#12906990, By mrharvest Post Poll... Britain decided to...

  • mrharvest 24 May 2021 11:39:15 5,718 posts
    Seen 2 weeks ago
    Registered 18 years ago
    Technoishmatt wrote:
    You'd be surprised. E.g It is lower carbon to eat NZ lamb than local lamb. Stuff shipped by container ship is pretty low carbon I believe.
    Hmm. I had to do some checking on this. The quickest results I found are:
    "1 tonne of freight transported 1 km by a modern ship emits around 25 g of CO2" (from https://tree-nation.com/projects/inside-tree-nation/article/6884-the-carbon-emissions-of-a-packageparcel. They also quote a second figure "As calculated by Time for Change (2011), one tonne of freight transported 1km by a modern ship emits between 10 to 40g of CO2" so even if this is a greenie-leftie site it's within the bracket.)

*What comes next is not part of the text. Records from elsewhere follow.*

"""Per-cell processor of bead (sphere WGM) time-lapses: lines, tracks, mode identity, size and index."""

from __future__ import annotations

import math

import numpy as np

from .. import tables
from ..cavity.media import get_medium
from ..cavity.sphere_frames import assign_sphere_tracks, sphere_cell_frames
from ..exceptions import InputError
from ..features import summarize_cell
from ..tracks import link_lines

__all__ = ["JUDGED", "sphere_media", "sphere_tables", "sphere_cell_row", "run_sphere"]

#: series the verdict of a bead cell may judge (parameter ``sphere.judge``)
JUDGED = {"medium_index": ("index_change", "index_change_err"),
          "diameter": ("diameter_change_um", "diameter_change_err_um")}


def sphere_media(spec):
    """Bead and base-medium indices (callables or numbers) of a validated ``[sphere]`` table."""
    n_sphere = (get_medium(spec["bead_material"]) if spec.get("bead_material")
                else float(spec["bead_index"]))
    n_medium = get_medium(spec["medium"], temperature_c=spec.get("temperature_c")
                          if spec["medium"] == "water-iapws" else None)
    return n_sphere, n_medium


def _media_error(exc, spec):
    """An InputError of a dispersion formula, restated with the manifest key that chose it."""
    key = "sphere.bead_material" if spec.get("bead_material") and spec["bead_material"] in exc.message \
        else "sphere.medium"
    return InputError(f"{exc.message.split('; pass extrapolate')[0]}, asked for by the cell's lines or "
                      "parameters.sphere.reference_nm", field=key, expected=exc.expected, found=exc.found)


def sphere_tables(lines, *, time_s, n_frames, spec, parameters, perturbation_s, cell_id, tracks=None):
    """Tracks with mode identity and the ``cell_frames`` rows of one bead cell from its lines.

    Parameters
    ----------
    lines : pandas.DataFrame
        The cell's ``lines`` table.
    time_s : array of float
        Time of every frame; ``n_frames`` frames.
    spec : dict
        A validated ``[sphere]`` table (:func:`lasecyto.io.read_manifest`).
    parameters : dict
        Resolved stage parameters (``tracks`` and ``sphere`` are used).
    perturbation_s : float
        Frames before it form the baseline (NaN: all frames).
    tracks : pandas.DataFrame, optional
        The cell's tracks when already linked (``lasecyto sphere`` on a tracks table);
        otherwise the lines are linked with the ``tracks`` parameters.

    Returns
    -------
    tracks, cell_frames : pandas.DataFrame
    info : dict
        Outcome of the mode identification (see :func:`lasecyto.cavity.sphere_frames.assign_sphere_tracks`).
    """
    sp, tp = parameters["sphere"], parameters["tracks"]
    if sp["judge"] not in JUDGED:
        raise InputError("unknown series to judge", field="parameters.sphere.judge",
                         expected=" or ".join(repr(k) for k in JUDGED), found=repr(sp["judge"]))
    if tracks is None:
        tracks = link_lines(lines, max_step_nm=tp["max_step_nm"], max_gap_frames=tp["max_gap_frames"],
                            min_length_frames=tp["min_length_frames"])
    n_sphere, n_medium = sphere_media(spec)
    time_s = np.asarray(time_s, dtype=float)
    baseline_end = perturbation_s if np.isfinite(perturbation_s) else float(np.nanmax(time_s)) + 1.0
    try:
        tracks, info = assign_sphere_tracks(
            tracks, n_sphere=n_sphere, n_medium=n_medium, diameter_range_um=spec["diameter_range_um"],
            n_medium_bounds=spec["medium_index_range"], max_radial_order=sp["max_radial_order"],
            floor_nm=sp["wavelength_floor_nm"], assign_frames=sp["assign_frames"], tolerance_nm=sp["tolerance_nm"])
        d_range = spec["diameter_range_um"]
        if info["ok"]:  # the bead is known now: a narrow range keeps every frame on it
            d_range = (max(d_range[0], 0.97 * info["diameter_um"]), min(d_range[1], 1.03 * info["diameter_um"]))
        frames_tab = sphere_cell_frames(
            lines, tracks, frame=np.arange(n_frames), time_s=time_s, baseline_end_s=baseline_end,
            n_sphere=n_sphere, n_medium=n_medium, diameter_range_um=d_range,
            n_medium_bounds=spec["medium_index_range"], reference_nm=sp["reference_nm"],
            floor_nm=sp["wavelength_floor_nm"], min_lines=sp["min_lines"], tolerance_nm=sp["tolerance_nm"],
            cell_id=cell_id)
    except InputError as exc:
        if "validity range of medium" in exc.message:
            raise _media_error(exc, spec) from None
        raise
    return tables.validate(tracks, "tracks"), frames_tab, info


def sphere_cell_row(frames_tab, tracks, info, *, parameters, perturbation_s):
    """The cell's features and verdict (a row of the ``cells`` table without its identifiers)."""
    vp, sp = parameters["verdict"], parameters["sphere"]
    options = dict(perturbation_s=perturbation_s,
                   n_tracks=int(tracks["track_id"].nunique()) if len(tracks) else 0, z_min=vp["z_min"],
                   min_index_change=vp["min_index_change"], min_relative_shift=vp["min_relative_shift"],
                   k_sigma=vp["k_sigma"], n_consecutive=vp["n_consecutive"], settle_fraction=vp["settle_fraction"])
    col, err = JUDGED["diameter"]
    diameter = summarize_cell(frames_tab, quantity=col, quantity_err=err,
                              min_change=sp["min_diameter_change_um"], **options)
    summary = diameter if sp["judge"] == "diameter" else summarize_cell(frames_tab, **options)
    t = frames_tab["time_s"].to_numpy(float)
    base = t < perturbation_s if np.isfinite(perturbation_s) else np.ones(t.size, dtype=bool)
    row = {**summary,
           "baseline_diameter_um": _median(frames_tab["diameter_um"].to_numpy(float)[base]),
           "baseline_medium_index": _median(frames_tab["medium_index"].to_numpy(float)[base]),
           "diameter_change_um": diameter["index_change"], "diameter_change_err_um": diameter["index_change_err"]}
    notes = [summary.get("note", "")]
    notes.append(info["message"] if info["ok"] else "no mode identity: " + info["message"])
    row["note"] = "; ".join(n for n in notes if n)
    return row


def run_sphere(job):
    """Process one bead cell (a ``CellJob`` with ``resonator='sphere'``)."""
    from ._cell import CellResult, cell_lines

    if job.sphere is None:
        raise InputError("a sphere resonator needs the manifest's [sphere] table", field="sphere",
                         expected="bead_material or bead_index, diameter_range_um", found="absent")
    lines, times, n_frames, _ = cell_lines(job)
    tracks, frames_tab, info = sphere_tables(lines, time_s=times, n_frames=n_frames, spec=job.sphere,
                                             parameters=job.parameters, perturbation_s=job.perturbation_s,
                                             cell_id=job.cell_id)
    row = sphere_cell_row(frames_tab, tracks, info, parameters=job.parameters, perturbation_s=job.perturbation_s)
    cell = {"cell_id": job.cell_id, "dish": job.dish, "condition": job.condition,
            "perturbation_s": float(job.perturbation_s), **row}
    return CellResult(job.cell_id, "ok", cell=cell,
                      tables={"lines": lines, "tracks": tracks, "cell_frames": frames_tab})


def _median(values):
    v = values[np.isfinite(values)]
    return float(np.median(v)) if v.size else math.nan
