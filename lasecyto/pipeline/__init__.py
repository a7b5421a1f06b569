"""Batch runs: per-cell processing, the experiment runner and its run record."""

from ._cell import CellJob, CellResult, process_cell
from ._lines_stage import lines_table, stack_lines
from ._lines_only import fit_stack
from ._params import DEFAULT_PARAMETERS, load_recipe, resolve_parameters
from ._run import RunResult, calibrate_lamp, run_experiment

__all__ = [
    "DEFAULT_PARAMETERS",
    "CellJob",
    "CellResult",
    "RunResult",
    "calibrate_lamp",
    "fit_stack",
    "lines_table",
    "load_recipe",
    "process_cell",
    "resolve_parameters",
    "run_experiment",
    "stack_lines",
]
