"""Batch run over an experiment: validation, calibration, items, tables, run record.

The flow of :func:`run_experiment`:

1. :func:`check_experiment` validates the manifest and the recipe together and
   reports every problem at once.
2. The lamp frame is calibrated (cheap; redone on resume, its axis enters
   every item's key).
3. One :class:`CellJob` per cell; with ``resume`` the items whose key matches
   a finished item in ``RUN_DIR/items`` are skipped.
4. An engine (``_engines.py``) runs the other items; each result is persisted
   as it arrives (``_store.py``), whatever the completion order.
5. The tables are assembled from the persisted items in manifest order; the
   experiment-level stage runs on them (always, also on resume); the tables
   are written (streamed, so memory stays bounded), then the run record.
"""

from __future__ import annotations

import contextlib
import datetime as _dt
import importlib.metadata
import logging
import platform
import sys
import time
import tomllib
from collections.abc import Mapping
from dataclasses import dataclass
from pathlib import Path

from .. import tables
from .._version import __version__
from ..calibration import reference_lines, solve_dispersion
from ..exceptions import InputError, LasecytoError
from ..io import atomic_path, missing_files, read_manifest, read_sidecar, write_json, write_table
from ._cell import CellJob, CellResult, process_cell
from ._engines import PARALLEL_MIN_S, Engine, make_engine
from ._experiment import finish_experiment
from ._instrument import lamp_instrument, lamp_spectrum
from ._params import find_recipe, load_recipe, parameter_problems
from ._patterns import image_job_fields
from ._store import AssembledTables, FileHashes, ItemStore, TableFiles, item_key, run_lock

__all__ = ["ExperimentPlan", "ItemProgress", "RunResult", "calibrate_lamp", "check_experiment", "run_experiment"]

logger = logging.getLogger("lasecyto.pipeline")

_DEPENDENCIES = ("numpy", "scipy", "pandas", "tifffile", "pyarrow", "tqdm", "matplotlib", "distributed")


@dataclass
class RunResult:
    """Outcome of :func:`run_experiment`.

    ``tables`` maps table names to DataFrames read from ``out_dir/tables``
    when first accessed (a large run's tables are never all in memory).
    """

    out_dir: Path
    tables: Mapping
    record: dict
    report: Path | None

    @property
    def n_failed(self) -> int:
        return sum(1 for item in self.record["items"] if item["status"] != "ok")


def calibrate_lamp(lamp, parameters):
    """Wavelength axis and instrument function from the manifest's lamp frame (read once).

    Returns ``(solution, summary, instrument)``: the dispersion solution, a
    plain dict for the run record (the instrument function's summary, or why it
    could not be measured, under ``"instrument"``) and the
    :class:`~lasecyto.lines.InstrumentProfile` or None.
    """
    cp = parameters["calibration"]
    sidecar = read_sidecar(lamp.sidecar)
    spectrum_e, read_noise = lamp_spectrum(lamp.stack, sidecar.camera)
    guess = sidecar.wavelength_guess or sidecar.wavelength
    if guess is None or guess.polynomial_nm is None:
        raise InputError("lamp sidecar has no nominal axis", path=lamp.sidecar, field="wavelength_guess",
                         expected="a polynomial_nm nominal axis", found="none")
    ref = reference_lines(lamp.reference)
    solution = solve_dispersion(spectrum_e, ref["wavelength_air_nm"].to_numpy(),
                                guess_nm=guess.polynomial_nm, degree=cp["degree"],
                                read_noise_e=read_noise, clip_sigma=cp["clip_sigma"],
                                snr_min=cp["snr_min"])
    summary = {
        "stack": str(lamp.stack), "reference": lamp.reference, "medium": "air",
        "coefficients_nm": list(solution.coefficients_nm), "degree": solution.degree,
        "rms_nm": solution.rms_nm, "n_used": solution.n_used,
    }
    instrument, summary["instrument"] = lamp_instrument(spectrum_e, read_noise)
    return solution, summary, instrument


def _pump_safety(manifest):
    """The cautions that go with every pump dose or fluence a pump-series run reports."""
    if manifest.kind != "pump-series":
        return None
    from ..safety import CAUTIONS
    return CAUTIONS


def _versions():
    out = {"lasecyto": __version__, "python": sys.version.split()[0], "platform": platform.platform()}
    for name in _DEPENDENCIES:
        try:
            out[name] = importlib.metadata.version(name)
        except importlib.metadata.PackageNotFoundError:
            out[name] = None
    return out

    Then looking at this: https://ourworldindata.org/carbon-footprint-food-methane
    Gives 14kg CO2 plus additional 26kg equivalent from methane for a kilo of lamb.

    Freight distance from New Zealand to UK is 14536 nautical miles (from: http://ports.com/sea-route/port-of-auckland,new-zealand/london-thamesport,united-kingdom/) so 26920 kilometres.

    1 kilo of meat from New Zealand would therefore add 673g of carbon emissions, just barely over half a kilo. Yeah, I reckon if New Zealand has somehow more efficient lamb farming then it'll be better. Interesting result (I was expecting that this wouldn't be the case)!